Judicial estoppel is a court-created doctrine that “generally prevents a party from prevailing in one phase of a case on an argument and then relying on a contradictory argument to prevail in another phase.” New Hampshire v. Maine, 532 U.S. 742, 749 (U.S. 2001). The doctrine is by no means limited to bankruptcy law, but in this context courts reason that a debtor who receives a discharge while concealing a potentially valuable claim should be held to have forfeited that claim. This rule is premised upon the deep-rooted conviction that the integrity of the bankruptcy systems itself depends upon full disclosure. If a debtor were permitted to conceal a cause of action while in bankruptcy only to assert it later, then the bankruptcy goal of fairly distributing assets to meet liabilities would be undermined.

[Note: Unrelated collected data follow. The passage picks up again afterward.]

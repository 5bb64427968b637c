import { defineEntity, type InferEntity, p } from '@mikro-orm/core';
import type { Shape } from '#shared/contracts/comments.ts';
import { madeAt, moment, ownedRow } from '#server/db/columns.ts';
import { User } from '../accounts/user.entity.ts';
import { Clip } from '../clips/clip.entity.ts';

/** Words at a frame or a span of a clip. */
export const Comment = defineEntity({
  name: 'Comment',
  properties: {
    ...ownedRow(),
    clip: p.manyToOne(Clip).ref(),
    /** The comment that this one answers. */
    answerTo: p.uuid().nullable(),
    body: p.text(),
    /** Both inclusive. */
    fromFrame: p.integer(),
    toFrame: p.integer(),
    shape: p.json<Shape>().nullable(),
    shared: p.boolean(),
    by: p.manyToOne(User).ref(),
    at: madeAt(),
    editedAt: moment().nullable(),
    resolvedBy: p.manyToOne(User).ref().nullable(),
    resolvedAt: moment().nullable(),
  },
});
export type Comment = InferEntity<typeof Comment>;
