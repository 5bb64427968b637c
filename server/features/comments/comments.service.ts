import type * as z from 'zod';
import type { Action } from '#shared/access/actions.ts';
import type { UserActor } from '#shared/access/actors.ts';
import type { commentBody, commentEdit, Shape } from '#shared/contracts/comments.ts';
import { measureById } from '#shared/measures/registry.ts';
import type { Unit } from '#server/db/in-practice.ts';
import { tell } from '../../events/tell.ts';
import { found, need } from '../../http/need.ts';
import { Problem } from '../../http/problem.ts';
import { User } from '../accounts/user.entity.ts';
import type { Athlete } from '../athletes/athlete.entity.ts';
import { audit } from '../audit/audit.ts';
import { needOpen } from '../athletes/consent-gate.ts';
import { clipInSight, needFrames } from '../clips/clip-in-sight.ts';
import { peopleFor } from '../people/people-for.ts';
import { writeOf } from '../waiting-mail/mail-choices.ts';
import { Comment } from './comment.entity.ts';
import { COMMENT_ORDER } from './comments.presenter.ts';

type Of = Unit<UserActor>;

const tellComments = ({ em, actor }: Of, athlete: Athlete, clipId: string) =>
  tell(
    { em, actor },
    { coachId: athlete.coach.id },
    {
      type: 'comments',
      clipId,
      byUserId: actor.id,
    },
  );

/** The comments of a clip, by moment. */
export const commentsOfClip = async (unit: Of, clipId: string): Promise<Comment[]> => {
  await clipInSight(unit, clipId, 'athlete.read');
  return await unit.em.find(
    Comment,
    { clip: clipId },
    { populate: ['by', 'resolvedBy'], orderBy: COMMENT_ORDER },
  );
};

/** An angle is a measure that is listed, or it is not shown at all. */
const needMeasure = (shape: Shape | null): void => {
  if (shape?.kind === 'measure' && !measureById(shape.measure))
    throw new Problem('invalid-input', undefined, [
      { path: 'body.shape.measure', message: 'Choose one of the measures.' },
    ]);
};

/** Comments at a frame or a span; an answer stands where the comment it answers stands. */
export const addComment = async (
  unit: Of,
  clipId: string,
  body: z.output<typeof commentBody>,
): Promise<Comment> => {
  const { em, actor } = unit;
  const { clip, athlete } = await clipInSight(unit, clipId, 'comment.add');
  const answered = body.answerTo
    ? found(await em.findOne(Comment, { id: body.answerTo, clip: clipId }))
    : null;
  const place = answered ?? body;
  needFrames(clip, place.fromFrame, place.toFrame);
  needMeasure(body.shape);
  const comment = em.create(Comment, {
    clip,
    // an answer to an answer joins the same thread
    answerTo: answered ? (answered.answerTo ?? answered.id) : null,
    body: body.body,
    fromFrame: place.fromFrame,
    toFrame: place.toFrame,
    shape: body.shape,
    shared: body.shared,
    by: em.getReference(User, actor.id),
  });
  audit(unit, 'comment.add', comment.id, { athlete: athlete.id, clip: clipId });
  await em.flush();
  await em.populate(comment, ['by']);
  await tellComments(unit, athlete, clipId);
  await writeToThread(unit, athlete, comment);
  return comment;
};

/** The athlete's coach, and whoever has written in the thread, as far as they may still see it. */
const writeToThread = async (unit: Of, athlete: Athlete, comment: Comment): Promise<void> => {
  const { em } = unit;
  const head = comment.answerTo ?? comment.id;
  const thread = await em.find(Comment, { $or: [{ id: head }, { answerTo: head }] });
  const may = (await peopleFor(em, athlete, 'comment.add')).map(({ id }) => id);
  const wanted = new Set([athlete.coach.id, ...thread.map(({ by }) => by.id)]);
  await writeOf(
    unit,
    may.filter((id) => wanted.has(id)),
    {
      kind: 'comment',
      aboutId: comment.clip.id,
      path: `/clips/${comment.clip.id}?frame=${comment.fromFrame}&comment=${head}`,
    },
  );
};

const commentInSight = async (
  { em, actor }: Of,
  id: string,
  action: Action,
): Promise<{ comment: Comment; athlete: Athlete }> => {
  const comment = found(
    await em.findOne(Comment, { id }, { populate: ['clip.visit.athlete', 'by', 'resolvedBy'] }),
  );
  const athlete = comment.clip.unwrap().visit.unwrap().athlete.unwrap() as Athlete;
  const resource = {
    kind: 'comment',
    practiceId: comment.practiceId,
    coachId: athlete.coach.id,
    byUserId: comment.by.id,
  } as const;
  need(actor, action, resource, athlete.id);
  await needOpen({ em, actor }, athlete, action);
  return { comment: comment, athlete };
};

/** Changes one's own words or their sharing; resolving is open to all who may read. */
export const editComment = async (
  unit: Of,
  id: string,
  { body, shared, resolved }: z.output<typeof commentEdit>,
): Promise<Comment> => {
  const { em, actor } = unit;
  const words = body !== undefined || shared !== undefined;
  const { comment, athlete } = await commentInSight(
    unit,
    id,
    words ? 'comment.edit' : 'comment.resolve',
  );
  if (body !== undefined && body !== comment.body) {
    comment.body = body;
    comment.editedAt = new Date();
  }
  if (shared !== undefined) comment.shared = shared;
  const about = { athlete: athlete.id, clip: comment.clip.id };
  if (words) audit(unit, 'comment.edit', id, about);
  if (resolved !== undefined && resolved !== Boolean(comment.resolvedAt)) {
    comment.resolvedBy = resolved ? em.getReference(User, actor.id, { wrapped: true }) : null;
    comment.resolvedAt = resolved ? new Date() : null;
    audit(unit, 'comment.resolve', id, { ...about, resolved });
  }
  await em.flush();
  await em.populate(comment, ['resolvedBy']);
  await tellComments(unit, athlete, comment.clip.id);
  return comment;
};

/** Takes back one's own comment, as long as nobody has answered it. */
export const deleteComment = async (unit: Of, id: string): Promise<void> => {
  const { comment, athlete } = await commentInSight(unit, id, 'comment.delete');
  const answers = await unit.em.count(Comment, { answerTo: id });
  if (answers > 0)
    throw new Problem(
      'not-as-it-stands',
      'Somebody has answered this comment: resolve it instead.',
    );
  audit(unit, 'comment.delete', id, { athlete: athlete.id, clip: comment.clip.id });
  unit.em.remove(comment);
  await unit.em.flush();
  await tellComments(unit, athlete, comment.clip.id);
};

Exceptions to Judicial Estoppel
Because bankruptcy law favors the honest but unfortunate debtor, there are exceptions to the judicial estoppel rule, which could otherwise be applied harshly. First, if a debtor’s failure to disclose the claim as an asset resulted from the debtor’s mistake or inadvertence, the doctrine will not apply. Mistake or inadvertence is typically a valid excuse when the debtor lacked factual knowledge at the time of the bankruptcy filing to determine whether or not a claim existed. If the debtor had no way of knowing about the claim when the bankruptcy is filed, then the courts will not punish the debtor by applying judicial estoppel. Second, if the debtor makes a good-faith effort to disclose the claim during the bankruptcy, then judicial estoppel will not apply.
This is what in fact appears to have happened in Ms. Auday’s case. Prior to receiving her bankruptcy discharge, Ms. Auday’s lawyer wrote to her bankruptcy trustee to alert the trustee to the existence of the claim. The trustee then retained a lawyer to pursue the claim but ultimately failed to do so. Thus, although Ms. Auday was turned from the courthouse for lack of standing, the Sixth Circuit expressly refrained from ruling on the judicial estoppel issue. Instead, the Court remanded the case back to the district court to allow the claim to be pursued by the trustee. And litigation with a bankruptcy trustee is often preferable because trustees are usually more realistic about the value of a case and are motivated to settle the case quickly and efficiently.
Although most bankruptcy debtors live up to their disclosure obligation, there are those who do not, and their concealment can work against them in a subsequent lawsuit. If you find yourself in the unfortunate position of having been named in a lawsuit, one of the first things you should do is research whether the plaintiff has filed a prior bankruptcy case. It just may be that the plaintiff has no right to pursue the claim at all.